Fermentasi adalah proses yang memanfaatkan kemampuan mikroba untuk menghasilkan metabolit primer dan metabolit sekunder dalam suatu lingkungan yang dikendalikan. Proses pertumbuhan mikroba merupakan tahap awal proses fermentasi yang dikendalikan terutama dalam pengembangan inoculum agar dapat diperoleh sel yang hidup. Pengendalian dilakukan dengan pengaturan kondisi medium, komposisi medium, suplai O2, dan agitasi. Bahkan jumlah mikroba dalam fermentor juga harus dikendalikan sehingga tidak terjadi kompetisi dalam penggunaan nutrisi. Nutrisi dan produk fermentasi juga perlu dikendalikan, sebab jika berlebih nutrisi dan produk metabolit hasil fermentasi tersebut dapat menyebabkan inhibisi dan represi. Pengendalian diperlukan karena pertumbuhan biomassa dalam suatu media fermentasi dipengaruhi banyak factor baik ekstraselular maupun factor intraselular. Kinetika pertumbuhan secara dinamik dapat digunakan untuk meramalkan produksi biomassa dalam suatu proses.

Proses fermentasi dalam pengolahan pangan adalah proses pengolahan pangan dengan menggunakan aktivitas mikroorganisme secara tercontrol untuk meningkatkan keawetan pangan dengan diproduksinya asam atau alcohol, untuk menghasilkan produk dengan karakteristik flavour dan aroma yang khas, atau untuk menghasilkan panagan dengan mutu dan nilai yang lebih baik.

 

 

 

2. Tujuan Praktikum

Praktikan dapat mengetahui mikroorganisme yang digunakan untuk fermentasi produk pangan dan mengetahui cara pembuatan produk hasil fermentasi.

3. Tinjauan Pustaka

Haemocytometer ditemukan oleh Louis Charles dan terdiri dari sebuah slide mikroskop kaca tebal dengan lekukan persegi panjang yang menciptakan sebuah kamar. Ruangan atau kamar tersebut diukir dengan laser grid tergores garis tegak lurus. Perangkat tersebut dibuat dengan hati-hati sehingga daerah yang dibatasi oleh garis diketahui dan kedalaman ruang tersebut telah diketahui. Oleh karena itu, alat tersebut berguna untuk menghitung jumlah sel atau partikel dalam suatu volume cairan tertentu, sehingga dapat menghitung konsentrasi dalam cairan secara keseluruhan (Pelczar, 2011).

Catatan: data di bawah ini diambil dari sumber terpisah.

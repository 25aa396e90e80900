import { readFileSync } from 'node:fs'
import { join } from 'node:path'
import { describe, expect, test } from 'vitest'
import { namesIn, offblack, outcomeOf, startOffblack, workFolder } from './offblack.js'
import { SMALL_STACK } from './smallStack.js'

const FILE = 'small.stack.yaml'
const TOLERANCE = `tolerance:
  samples: 600
  vary:
    quarter.slow_axis: {normal: 1 deg}
    quarter.retardance: {normal: 3 nm, limit: 8 nm}
`
const BETTER = ['--set', 'quarter.slow_axis=45deg', '--set', 'quarter.retardance=138nm']
const folderWithStack = (): string => workFolder({ [FILE]: SMALL_STACK + TOLERANCE })

describe('tolerance', () => {
  test('gives the same digits for any number of threads', async () => {
    const folder = folderWithStack()
    const [one, three] = await Promise.all(
      ['1', '3'].map((workers) => offblack(['tolerance', FILE, ...BETTER, '--json', '--workers', workers], folder)),
    )
    expect(three.stdout).toBe(one.stdout)
    expect(JSON.parse(one.stdout)).toMatchObject({ draws: 600, interrupted: false, design_meets_limits: true })
  })

  test('the exit code tells whether the wanted yield is reached', async () => {
    const folder = folderWithStack()
    const codeOf = async (...args: string[]) =>
      (await offblack(['tolerance', FILE, '--draws-only', ...args], folder)).code
    expect(await codeOf(...BETTER)).toBe(0)
    expect(await codeOf()).toBe(3)
    expect(await codeOf('--wanted-yield', '1%')).toBe(3)
    expect(await codeOf('--wanted-yield', '101 %')).toBe(2)
  })

  test('--out writes every draw beside the rest', async () => {
    const folder = folderWithStack()
    const { code } = await offblack(
      ['tolerance', FILE, ...BETTER, '--draws-only', '--samples', '300', '--out', 'out'],
      folder,
    )
    expect(code).toBe(0)
    expect(namesIn(join(folder, 'out'))).toEqual(
      expect.arrayContaining(['small.draws.csv', 'small.tolerance.csv', 'small.tolerance.json']),
    )
    const [headings, ...rows] = readFileSync(join(folder, 'out/small.draws.csv'), 'utf8').trimEnd().split('\r\n')
    expect(headings).toBe('quarter.slow_axis,quarter.retardance,color_weighted_reflectance,luminous_reflectance,chroma')
    expect(rows).toHaveLength(300)
    const { metrics } = JSON.parse(readFileSync(join(folder, 'out/small.tolerance.json'), 'utf8'))
    const mean = rows.reduce((sum, row) => sum + Number(row.split(',')[3]), 0) / rows.length
    expect(mean).toBeCloseTo(metrics.luminous_reflectance.mean, 12)
  })

  test('Ctrl-C keeps the draws made so far, and exits with 130', async () => {
    const folder = folderWithStack()
    const child = startOffblack(['tolerance', FILE, '--samples', '50000000', '--out', 'out', '--json'], folder)
    const ended = outcomeOf(child)
    child.stderr?.once('data', () => child.kill('SIGINT'))
    const { code, stdout } = await ended
    expect(code).toBe(130)
    const { draws, interrupted } = JSON.parse(stdout)
    expect(interrupted).toBe(true)
    expect(draws).toBeGreaterThan(0)
    const rows = readFileSync(join(folder, 'out/small.draws.csv'), 'utf8').trimEnd().split('\r\n')
    expect(rows).toHaveLength(draws + 1)
    expect(namesIn(join(folder, 'out')).filter((name) => name.includes('partial'))).toEqual([])
  })
})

Haemocytometer sering digunakan untuk menghitung sel-sel darah, organel dalam sel, sel-sel darah dalam cairan tulang punggung ke otak setelah melakukan tusukan lumbal atau jenis sel lain (Waluyo, 2009).

Cara menghitung sel individu didalam volume sangat kecil biasanya dilakukan dengan Counting Chamber. Counting Chamber diatur sedemikian rupa sehingga kotak-kotak dengan luas tertentu dengan lapisan cairan dengan kedalaman yang diketahui dapat dimasukkan diantara gelas objek dengan gelas tutup. Akibatnnya volume cairan yang menutupi setiap kotak diketahui dengan tepat. Perhitungan langsung ini dikenal dengan jumlah sel total (Stainer, 2007).

Pada perhitungan mikroskopis langsung, sampel ditaruh disuatu ruang hitung seperti Haemocytometer dan jumlah sel ditentukan secara langsung dengan bantuan mikroskop. Keuntungan metode ini ialah pelaksaannya adalah cepat dan tidak memerlukan banyak peralatan. Namun kelemahannya ialah tidak dapat 80 membedakan sel-sel yang hidup dan yang mati. Dengan perkataan lain hasil yang diperoleh ialah jumlah total sel yang didalam populasi (Campbell, 2009).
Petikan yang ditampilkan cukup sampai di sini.